EXERCISE DIRECTIONS: Below are records; report the number of lines in them that include the word "runway", with no other text.

Dataset entries:
____________________
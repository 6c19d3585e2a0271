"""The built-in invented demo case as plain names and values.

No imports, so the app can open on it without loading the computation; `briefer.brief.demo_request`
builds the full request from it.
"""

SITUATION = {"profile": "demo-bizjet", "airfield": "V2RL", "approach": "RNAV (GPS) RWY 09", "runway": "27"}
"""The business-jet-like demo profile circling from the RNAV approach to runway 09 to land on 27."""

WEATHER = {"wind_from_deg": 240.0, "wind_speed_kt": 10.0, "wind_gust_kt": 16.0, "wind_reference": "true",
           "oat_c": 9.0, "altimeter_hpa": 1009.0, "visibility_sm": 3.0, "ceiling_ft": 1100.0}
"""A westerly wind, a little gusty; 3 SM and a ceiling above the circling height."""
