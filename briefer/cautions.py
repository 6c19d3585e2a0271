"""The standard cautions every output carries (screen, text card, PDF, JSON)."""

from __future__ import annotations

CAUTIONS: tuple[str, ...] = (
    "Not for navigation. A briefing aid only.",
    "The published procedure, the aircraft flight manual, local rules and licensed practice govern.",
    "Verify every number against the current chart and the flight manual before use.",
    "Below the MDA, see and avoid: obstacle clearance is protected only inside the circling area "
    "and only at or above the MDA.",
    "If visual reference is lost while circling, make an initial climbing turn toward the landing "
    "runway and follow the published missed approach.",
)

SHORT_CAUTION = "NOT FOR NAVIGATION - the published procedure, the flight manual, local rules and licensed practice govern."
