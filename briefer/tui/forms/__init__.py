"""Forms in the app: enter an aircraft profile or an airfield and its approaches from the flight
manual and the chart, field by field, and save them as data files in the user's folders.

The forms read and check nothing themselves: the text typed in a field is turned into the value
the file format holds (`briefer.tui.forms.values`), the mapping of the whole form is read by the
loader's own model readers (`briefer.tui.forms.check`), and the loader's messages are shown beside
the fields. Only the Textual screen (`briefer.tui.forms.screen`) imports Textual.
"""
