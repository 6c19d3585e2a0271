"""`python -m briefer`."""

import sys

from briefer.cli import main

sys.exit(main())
____________________
WRITTEN RESPONSE: 3